2. INTRODUCTION
•This lecture seeks to identify the main dimensions
and the elements of corporate governance. Three
main dimensions of corporate governance are in
focus: management oversight, financial quality and
equity control. It is expected that at the end of the
discussion, the student should be able to:
3. Introduction CONT’D
•Explain the main dimensions of
corporate governance
•Identify the main elements involved in
each of the corporate governance
dimensions
5. MANAGEMENT OVERSIGHT
•This refers to the monitoring role of the board so as to
control the agency conflict between shareholders and
management. The main elements under this dimension
of corporate governance are board independence;
duality of the role of Board Chair and Chief Executive
Officer (CEO); board size; board meetings; nomination
committee; and remuneration committee.
6. Board Independence
•The efficacy of the board of directors is directly linked
to its independence from the company’s executive
management
•The presence of independent directors on the board
has been found to:
•Mitigate agency costs
•Fraud
•Promote disclosure
7. Duality of the Role of Board Chair and
Chief Executive Officer (CEO)
•CEO duality is a governance practice in which the
chairperson of the board of directors is also the
Chief Executive Officer of the firm
•Research has shown that it undermines:
•Disclosures
•Firm performance
•The monitoring role of the board
8. Board Size
•This refers to the number of persons that make up
the board. In other words, the number of directors
that serve on the board of the firm.
•The effect of board size on firm performance
remains a debatable issue
9. Board Meetings
•The knotty question that remains to be
answered is:
•Are frequent meetings of the board a
prerequisite for its effectiveness?
•Is it in the interest of shareholders for the
board to meet frequently?
10. Nomination Committee
•A nomination committee with a written mandate and
terms of reference consistent with good practice may
guarantee the selection of directors and CEO of the
highest caliber. In line with good practice, the committee
must consist of independent directors.
•Should the CEO be a member of the nomination
committee?
11. Remuneration Committee
Firms should have remuneration
committees primarily comprising
outside directors.
Should the CEO be a member of the
remuneration committee?
12. FINANCIAL QUALITY
•This relates to how shareholders’ funds are
protected. Under this subsection we discuss audit
committee independence; financial expertise of audit
committee members; audit committee meetings; size
of audit committee; audit committee charter; and
identity of external auditor.
13. Audit Committee Independence
•This committee is responsible for the financial
matters of the firm
•For effectiveness, it should be made up of non-
executive directors/independent directors
•Audit committee independence reduces fraud
14. Financial Expertise of Audit Committee Members
Knowledge in accounting and finance is key to the audit
committee’s work
Experience in auditing helps in effective control evaluation
decisions that are consistent with the requirements of the
external auditors
External auditors consider the information provided by
Audit committee with financial expertise more reliable
15. Audit Committee Meetings
• Do frequent meetings of the audit
committee have any significance?
•Frequent meetings:
•Prevent earnings management
•Promote financial disclosures
16. Size of the Audit Committee
The number of audit committee members could influence
the committee’s efficiency and productivity
A minimum of three directors is recommended
Bigger size has been found to correlate with effective
control over the reporting process
However, bigger size can lead to social loafing
17. Audit Committee Charter
•This is the policy document that spells out the mandate
of the audit committee. It spells out the role, structure,
and composition of the audit committee
•It provides a clear vision of the necessary responsibilities
and duties of the audit committee
•It improves the flow of information between the audit
committee, the internal auditor, external auditor, and
management
18. Identity of External Auditor
•Who the external auditors of the firm are is one of the
important elements of the financial control dimension of
the firm.
•Evidence exists that companies with a Big Six auditor have
a higher level of disclosure. Pittman and Fortin (2004)

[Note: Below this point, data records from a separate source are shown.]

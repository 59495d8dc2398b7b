using System.Buffers.Text;
using System.Security.Cryptography;

namespace ResponseLedger.Server.People;

/// <summary>
/// A bench token: <c>rl1_</c>, its id and 256 random bits, both in base64url. The id finds the row, so that no search runs over
/// secrets; of the rest only a SHA-256 is kept, which is enough for bits that nobody can guess.
/// </summary>
internal static class TokenSecret
{
    private const string Mark = "rl1_";
    private const int SecretBytes = 32;
    private const int IdLetters = 22;
    private const int SecretLetters = 43;

    /// <summary>Makes a token: the text to hand out once, and the hash to keep.</summary>
    public static (string Token, byte[] Hash) Make(Guid id)
    {
        var secret = RandomNumberGenerator.GetBytes(SecretBytes);
        return ($"{Prefix(id)}_{Base64Url.EncodeToString(secret)}", SHA256.HashData(secret));
    }

    /// <summary>The part of a token that may be shown.</summary>
    public static string Prefix(Guid id) => Mark + Base64Url.EncodeToString(id.ToByteArray(bigEndian: true));

    /// <summary>Takes a token apart; false when it is none.</summary>
    public static bool TryRead(ReadOnlySpan<char> token, out Guid id, out byte[] hash)
    {
        id = Guid.Empty;
        hash = [];
        Span<byte> idBytes = stackalloc byte[16];
        Span<byte> secret = stackalloc byte[SecretBytes];
        if (token.Length != Mark.Length + IdLetters + 1 + SecretLetters || !token.StartsWith(Mark, StringComparison.Ordinal) || token[Mark.Length + IdLetters] != '_'
            || !TryDecode(token.Slice(Mark.Length, IdLetters), idBytes) || !TryDecode(token[^SecretLetters..], secret))
            return false;

        id = new Guid(idBytes, bigEndian: true);
        hash = SHA256.HashData(secret);
        return true;
    }

    private static bool TryDecode(ReadOnlySpan<char> letters, Span<byte> into)
        => Base64Url.IsValid(letters, out var length) && length == into.Length && Base64Url.TryDecodeFromChars(letters, into, out _);
}
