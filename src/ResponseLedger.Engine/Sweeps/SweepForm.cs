namespace ResponseLedger.Engine.Sweeps;

/// <summary>The pair of quantities in which a sweep came, and in which it is kept, so that nothing is lost by conversion.</summary>
public enum SweepForm
{
    /// <summary>Real and imaginary part of the gain.</summary>
    RealImaginary = 1,

    /// <summary>Level in dB and phase in degrees.</summary>
    LevelPhase = 2,

    /// <summary>Magnitude as a ratio, zero or more, and phase in degrees.</summary>
    RatioPhase = 3,

    /// <summary>Level in dB alone; everything about phase is absent.</summary>
    Level = 4,

    /// <summary>Magnitude as a ratio alone; everything about phase is absent.</summary>
    Ratio = 5,
}
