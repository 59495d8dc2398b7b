namespace ResponseLedger.Engine.Sweeps;

/// <summary>
/// One measured frequency response: at least two points, frequencies in Hz, positive and strictly ascending.
/// Immutable; level and unwrapped phase are computed once.
/// </summary>
public sealed class Sweep
{
    private Sweep(SweepForm form, double[] frequencyHz, double[] first, double[]? second)
    {
        Form = form;
        this.frequencyHz = frequencyHz;
        this.first = first;
        this.second = second;
    }

    private readonly double[] frequencyHz;
    private readonly double[] first;
    private readonly double[]? second;

    /// <summary>The pair of quantities that is kept.</summary>
    public SweepForm Form { get; }

    /// <summary>Number of points, 2 or more.</summary>
    public int Count => frequencyHz.Length;

    /// <summary>Frequencies in Hz, positive and strictly ascending.</summary>
    public ReadOnlySpan<double> FrequencyHz => frequencyHz;

    /// <summary>The first kept quantity as it came: real part, level in dB or ratio, by <see cref="Form"/>.</summary>
    public ReadOnlySpan<double> FirstPlane => first;

    /// <summary>The second kept quantity as it came: imaginary part or phase in degrees; empty for magnitude-only sweeps.</summary>
    public ReadOnlySpan<double> SecondPlane => second;

    /// <summary>Whether the sweep carries phase at all.</summary>
    public bool HasPhase => second is not null;

    /// <summary>Makes a sweep of planes in the stated form.</summary>
    /// <param name="form">What the planes hold.</param>
    /// <param name="frequencyHz">Frequencies in Hz: positive, finite, strictly ascending, 2 or more.</param>
    /// <param name="first">Real part, level in dB (finite or negative infinity), or ratio (zero or more).</param>
    /// <param name="second">Imaginary part or phase in degrees; empty for <see cref="SweepForm.Level"/> and <see cref="SweepForm.Ratio"/>.</param>
    /// <exception cref="ArgumentException">A plane has another length, or a value is out of its range.</exception>
    public static Sweep Create(SweepForm form, ReadOnlySpan<double> frequencyHz, ReadOnlySpan<double> first, ReadOnlySpan<double> second)
        => new(form, frequencyHz.ToArray(), first.ToArray(), second.IsEmpty ? null : second.ToArray());

    /// <summary>Level 20 log10 |H| in dB at each point; negative infinity where the gain is exactly zero.</summary>
    public ReadOnlySpan<double> GainDb => throw new NotImplementedException();

    /// <summary>Unwrapped phase in degrees at each point, the first in (-180, 180]; empty when phase is absent.</summary>
    public ReadOnlySpan<double> PhaseDeg => throw new NotImplementedException();
}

show that companies audited by a Big Six auditor have a
lower cost of debt.
19. EQUITY CONTROL
This refers to how the shares or stock of the
company are distributed to ensure the mitigation
of the agency costs. Under this subsection we are
looking at two elements: block holders and insider
ownership of shares.
20. Block holders
•Block holders are owners of a large amount of a company's shares
and/or bonds, or block. In terms of shares, these owners are
often able to influence the company with the voting rights
attached to their shares.
•Presence of block holders can:
•Restrict expropriation of minority shareholders
•Promote effective monitoring of management
•Increase firm value
•However, it can undermine minority interests
21. Insider Ownership
•Stock ownership by managers and directors can
align the interests of both agents and principals.
Jensen (1993) finds that insider ownership increases
company performance.
•Some studies have found the relationship between
firm performance and insider ownership to be non-
linear
22. Insider Ownership Cont’d
•Kole (1995) suggests that managerial
ownership could affect company value
differently, depending on company size.